- _Activity_: Return the number of lines below with "source" in them, and nothing else.

+ + + + + + +

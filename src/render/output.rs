//! Writing output files: atomically (temp file in the same folder, then
//! rename), and never over an input file.

use std::io::Write;
use std::path::{Path, PathBuf};

#[derive(Debug, thiserror::Error)]
pub enum OutputError {
    #[error("cannot write {path}: {source}")]
    Io {
        path: PathBuf,
        source: std::io::Error,
    },
    #[error("refusing to write {0}: it is one of the input files")]
    WouldOverwriteInput(PathBuf),
}

/// An output folder that knows the inputs it must not overwrite.
pub struct OutDir {
    pub dir: PathBuf,
    inputs: Vec<PathBuf>,
}

impl OutDir {
    /// Creates the folder if needed.
    pub fn new(dir: &Path, inputs: &[PathBuf]) -> Result<OutDir, OutputError> {
        std::fs::create_dir_all(dir).map_err(|source| OutputError::Io {
            path: dir.into(),
            source,
        })?;
        // Temp files left by a run that was killed mid-write: only ever ours.
        if let Ok(entries) = std::fs::read_dir(dir) {
            for e in entries.flatten() {
                let name = e.file_name().to_string_lossy().into_owned();
                if is_temp_name(&name) {
                    let _ = std::fs::remove_file(e.path());
                }
            }
        }
        let inputs = inputs
            .iter()
            .filter_map(|p| std::fs::canonicalize(p).ok())
            .collect();
        Ok(OutDir {
            dir: dir.into(),
            inputs,
        })
    }

    /// Writes `name` in the folder atomically: readers see the old complete
    /// file or the new complete file, never a part.
    pub fn write(&self, name: &str, bytes: &[u8]) -> Result<PathBuf, OutputError> {
        let path = self.dir.join(name);
        if let Ok(canon) = std::fs::canonicalize(&path)
            && self.inputs.contains(&canon)
        {
            return Err(OutputError::WouldOverwriteInput(path));
        }
        let tmp = self.dir.join(format!(".{name}.tmp-{}", std::process::id()));
        let io = |source| OutputError::Io {
            path: path.clone(),
            source,
        };
        {
            let mut f = std::fs::File::create(&tmp).map_err(io)?;
            f.write_all(bytes).map_err(io)?;
            f.sync_all().map_err(io)?;
        }
        std::fs::rename(&tmp, &path).map_err(|source| {
            let _ = std::fs::remove_file(&tmp);
            OutputError::Io {
                path: path.clone(),
                source,
            }
        })?;
        Ok(path)
    }
}

/// `.NAME.tmp-PID`, the shape of [`OutDir::write`]'s temp files.
fn is_temp_name(name: &str) -> bool {
    name.starts_with('.')
        && name
            .rsplit_once(".tmp-")
            .is_some_and(|(_, pid)| !pid.is_empty() && pid.bytes().all(|b| b.is_ascii_digit()))
}

/// Writes to stdout, returning an error (not panicking) when the reader has
/// gone away; `main` treats a closed pipe as success.
pub fn stdout(text: &[u8]) -> std::io::Result<()> {
    let mut out = std::io::stdout().lock();
    out.write_all(text)?;
    out.flush()
}

#[cfg(test)]
mod tests {
    use super::*;

    #[test]
    fn atomic_write_and_input_guard() {
        let dir = tempfile::tempdir().unwrap();
        let input = dir.path().join("trades.csv");
        std::fs::write(&input, "x").unwrap();
        let out = OutDir::new(dir.path(), std::slice::from_ref(&input)).unwrap();
        assert!(matches!(
            out.write("trades.csv", b"y"),
            Err(OutputError::WouldOverwriteInput(_))
        ));
        assert_eq!(std::fs::read_to_string(&input).unwrap(), "x");
        out.write("summary.json", b"{}").unwrap();
        out.write("summary.json", b"{\"a\":1}").unwrap();
        assert_eq!(
            std::fs::read_to_string(dir.path().join("summary.json")).unwrap(),
            "{\"a\":1}"
        );
        let leftovers: Vec<_> = std::fs::read_dir(dir.path())
            .unwrap()
            .filter_map(Result::ok)
            .filter(|e| e.file_name().to_string_lossy().contains(".tmp-"))
            .collect();
        assert!(leftovers.is_empty());
        // A killed run's temp file is swept by the next run.
        std::fs::write(dir.path().join(".summary.json.tmp-999999"), "{\"half").unwrap();
        OutDir::new(dir.path(), &[]).unwrap();
        assert!(!dir.path().join(".summary.json.tmp-999999").exists());
        assert!(
            is_temp_name(".trades.csv.tmp-42")
                && !is_temp_name("trades.csv")
                && !is_temp_name(".x.tmp-abc")
        );
    }
}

+ + + + + + +

- _Exercise result_: 8